I am experimenting again.
You know me. If I can cook it from scratch rather than buying it prepared then I am going to give it the old college try.
And just as an aside, the phrase “old college try” makes no sense to me. But I used it anyways.
I mean, how hard can it be? And if it turns out even half way good then I will give step by step instructions. It doesn’t have all that many ingredients in it.
I just thought you should know. It makes me think of making sweet pickles.
I spent time this morning looking at tons of different recipes for making your own corned beef and they were all over the map on some things but the basics seemed the same so I sort of “made up” my own recipe with parts from one and parts from another. The meat will not be that nasty pink color that you get from the grocery store because I declined to use salt peter. I didn’t want to have to figure out where to get the stuff and I hate ingredients that are used only for one recipe. So no salt peter.
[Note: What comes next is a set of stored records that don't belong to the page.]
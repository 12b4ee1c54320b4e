package api

import (
	"bufio"
	"bytes"
	"context"
	"fmt"
	"log/slog"
	"net"
	"net/http"
	"net/http/httptest"
	"strings"
	"testing"
	"time"

	"github.com/go-json-experiment/json"
	"github.com/labstack/echo/v4"
)

func TestRequestIDs(t *testing.T) {
	kept := []string{"a", "batch-7.12", "0123:abc_DEF", strings.Repeat("x", 128), "550e8400-e29b-41d4-a716-446655440000"}
	for _, id := range kept {
		if got := call(t, http.MethodGet, "/healthz", "", "X-Request-ID", id).Header.Get("X-Request-ID"); got != id {
			t.Errorf("%q came back as %q", id, got)
		}
	}
	replaced := []string{"", "a b", "a\tb", "ä", "a/b", `a"b`, "<x>", strings.Repeat("x", 129)}
	seen := map[string]bool{}
	for _, id := range replaced {
		got := call(t, http.MethodGet, "/healthz", "", "X-Request-ID", id).Header.Get("X-Request-ID")
		if len(got) != 32 || got == id || seen[got] {
			t.Errorf("%q came back as %q", id, got)
		}
		seen[got] = true
	}
	if len(kept)+len(replaced) != 13 {
		t.Errorf("%d rows", len(kept)+len(replaced))
	}
}

// The log has a line a request, with what helps and without what is private.
func TestAccessLog(t *testing.T) {
	var out bytes.Buffer
	s := New(Config{Logger: slog.New(slog.NewJSONHandler(&out, nil))})
	r := httptest.NewRequest(http.MethodPost, "/v1/classify?fields=kind", strings.NewReader(`{"structure": {"kind": "secret"}}`))
	r.Header.Set("Content-Type", "application/json")
	r.Header.Set("X-Request-ID", "named")
	answer := serve(t, s.Handler(), r)
	var line struct {
		Level    string
		Msg      string
		Method   string
		Path     string
		Status   int
		Bytes    int64
		Duration float64
		ID       string `json:"request_id"`
	}
	if err := json.Unmarshal(out.Bytes(), &line, json.MatchCaseInsensitiveNames(true)); err != nil {
		t.Fatalf("%v: %s", err, out.Bytes())
	}
	if line.Method != "POST" || line.Path != "/v1/classify" || line.Status != 422 || line.Bytes != answer.ContentLength || line.ID != "named" || line.Level != "INFO" {
		t.Errorf("line %+v", line)
	}
	for _, private := range []string{"secret", "192.0.2.1", "fields"} {
		if strings.Contains(out.String(), private) {
			t.Errorf("the log tells %q: %s", private, out.String())
		}
	}
}

// A panic is a problem for the caller, and a trace in the log.
func TestPanicIsAProblem(t *testing.T) {
	var out bytes.Buffer
	s := New(Config{Logger: slog.New(slog.NewJSONHandler(&out, nil))})
	s.echo.GET("/panic", func(echo.Context) error { panic("the cause") })
	s.echo.GET("/fault", func(echo.Context) error { return fmt.Errorf("dial tcp 127.0.0.1:5432: refused") })
	for _, path := range []string{"/panic", "/fault"} {
		out.Reset()
		p := problemIn(t, serve(t, s.Handler(), httptest.NewRequest(http.MethodGet, path, nil)))
		if p.Status != http.StatusInternalServerError || p.Type != "/problems/internal" {
			t.Errorf("%s: %+v", path, p)
		}
		if n := strings.Count(out.String(), `"level":"ERROR"`); n != 2 {
			t.Errorf("%s: %d lines of errors: %s", path, n, out.String())
		}
	}
	if strings.Contains(out.String(), "trace") || !strings.Contains(out.String(), "5432") {
		t.Errorf("the log of a fault: %s", out.String())
	}
}

func TestPanicAfterTheAnswerBegan(t *testing.T) {
	s := New(Config{})
	s.echo.GET("/late", func(c echo.Context) error {
		if err := c.String(http.StatusOK, "begun"); err != nil {
			return err
		}
		panic("late")
	})
	r := serve(t, s.Handler(), httptest.NewRequest(http.MethodGet, "/late", nil))
	if body := bodyOf(t, r); r.StatusCode != http.StatusOK || string(body) != "begun" {
		t.Errorf("status %d: %s", r.StatusCode, body)
	}
}

func TestTimeoutsAreSet(t *testing.T) {
	h := New(Config{}).HTTPServer()
	if h.ReadHeaderTimeout != 5*time.Second || h.ReadTimeout != 15*time.Second || h.WriteTimeout != 30*time.Second || h.IdleTimeout != 2*time.Minute || h.MaxHeaderBytes != maxHeaderBytes {
		t.Errorf("%+v", h)
	}
	h = New(Config{ReadTimeout: time.Minute, WriteTimeout: time.Hour}).HTTPServer()
	if h.ReadTimeout != time.Minute || h.WriteTimeout != time.Hour {
		t.Errorf("%v, %v", h.ReadTimeout, h.WriteTimeout)
	}
}

func listen(t testing.TB) net.Listener {
	t.Helper()
	l, err := net.Listen("tcp", "127.0.0.1:0")
	if err != nil {
		t.Fatal(err)
	}
	return l
}

// run serves on a listener of its own and returns its address, a function that
// asks it to stop, and what Run returned.
func run(t testing.TB, config Config) (address string, stop func(), stopped <-chan error) {
	t.Helper()
	l := listen(t)
	ctx, cancel := context.WithCancel(context.Background())
	t.Cleanup(cancel)
	done := make(chan error, 1)
	go func() { done <- New(config).Run(ctx, l) }()
	return l.Addr().String(), cancel, done
}

// A body that does not arrive is given up, and told so without an address.
func TestSlowBody(t *testing.T) {
	address, _, _ := run(t, Config{ReadTimeout: 400 * time.Millisecond})
	conn, err := net.Dial("tcp", address)
	if err != nil {
		t.Fatal(err)
	}
	defer conn.Close()
	fmt.Fprintf(conn, "POST /v1/classify HTTP/1.1\r\nHost: x\r\nContent-Type: application/json\r\nContent-Length: 1000\r\n\r\n{\"structure\"")
	r, err := http.ReadResponse(bufio.NewReader(conn), nil)
	if err != nil {
		t.Fatal(err)
	}
	if p := problemIn(t, r); p.Status != http.StatusRequestTimeout || !r.Close {
		t.Errorf("status %d, close %v", p.Status, r.Close)
	}
}

// A body that breaks off is a bad request.
func TestBrokenBody(t *testing.T) {
	address, _, _ := run(t, Config{})
	conn, err := net.Dial("tcp", address)
	if err != nil {
		t.Fatal(err)
	}
	defer conn.Close()
	fmt.Fprintf(conn, "POST /v1/classify HTTP/1.1\r\nHost: x\r\nContent-Type: application/json\r\nContent-Length: 1000\r\n\r\n{\"structure\"")
	if err := conn.(*net.TCPConn).CloseWrite(); err != nil {
		t.Fatal(err)
	}
	r, err := http.ReadResponse(bufio.NewReader(conn), nil)
	if err != nil {
		t.Fatal(err)
	}
	if p := problemIn(t, r); p.Status != http.StatusBadRequest || p.Type != "/problems/bad-request" {
		t.Errorf("%+v", p)
	}
}

// A large chunked body is cut off over a real connection too.
func TestLargeBodyOverTheWire(t *testing.T) {
	address, _, _ := run(t, Config{BodyLimit: 1000})
	conn, err := net.Dial("tcp", address)
	if err != nil {
		t.Fatal(err)
	}
	defer conn.Close()
	fmt.Fprintf(conn, "POST /v1/classify HTTP/1.1\r\nHost: x\r\nContent-Type: application/json\r\nTransfer-Encoding: chunked\r\n\r\n800\r\n%s\r\n", strings.Repeat(" ", 0x800))
	r, err := http.ReadResponse(bufio.NewReader(conn), nil)
	if err != nil {
		t.Fatal(err)
	}
	if p := problemIn(t, r); p.Status != http.StatusRequestEntityTooLarge || !r.Close {
		t.Errorf("status %d, close %v", p.Status, r.Close)
	}
}

// A server that is about to stop says so, and closes connections after their
// answer, but goes on answering.
func TestDrain(t *testing.T) {
	s := New(Config{})
	ask := func(path string) *http.Response {
		return serve(t, s.Handler(), httptest.NewRequest(http.MethodGet, path, nil))
	}
	if r := ask("/readyz"); r.StatusCode != http.StatusOK || r.Header.Get("Connection") != "" {
		t.Errorf("before: status %d, Connection %q", r.StatusCode, r.Header.Get("Connection"))
	}
	s.Drain()
	if r := ask("/readyz"); r.StatusCode != http.StatusServiceUnavailable || problemIn(t, r).Type != "/problems/unavailable" {
		t.Errorf("draining: status %d", r.StatusCode)
	}
	if r := ask("/healthz"); r.StatusCode != http.StatusOK || r.Header.Get("Connection") != "close" {
		t.Errorf("draining: status %d, Connection %q", r.StatusCode, r.Header.Get("Connection"))
	}
}

// Run ends when its context does, without an error, and no longer listens then.
func TestRunStops(t *testing.T) {
	for _, delay := range []time.Duration{0, time.Millisecond} {
		address, stop, stopped := run(t, Config{DrainDelay: delay})
		r, err := http.Get("http://" + address + "/healthz")
		if err != nil {
			t.Fatal(err)
		}
		bodyOf(t, r)
		stop()
		if err := <-stopped; err != nil {
			t.Error(err)
		}
		if conn, err := net.Dial("tcp", address); err == nil {
			conn.Close()
			t.Error("it still listens")
		}
	}
}

// A listener that fails ends the server with its error.
func TestRunFails(t *testing.T) {
	l := listen(t)
	l.Close()
	if err := New(Config{}).Run(context.Background(), l); err == nil {
		t.Error("no error")
	}
}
Unless, of course, I was making explosives. Then I would need salt peter.
But I AM NOT making explosives just in case someone from NSA happens to stumble onto the blog. I am just a small time suburban house wife and blogger.
Now that we have that settled.
So after you heat all the ingredients then you pour the stuff into a non-reactive (i.e. non-metal) container and add ice to quickly cool the brine. Then you add the meat, push it down into the brine all the way and refrigerate it. You just have to check it every day to see that the meat is still all under the brine.
Some recipes said leave it in the brine for 2 days.
Some recipes said 2 weeks.
St. Patricks Day is Thursday. So I am saying 4 days.
I will let you know how it turns out.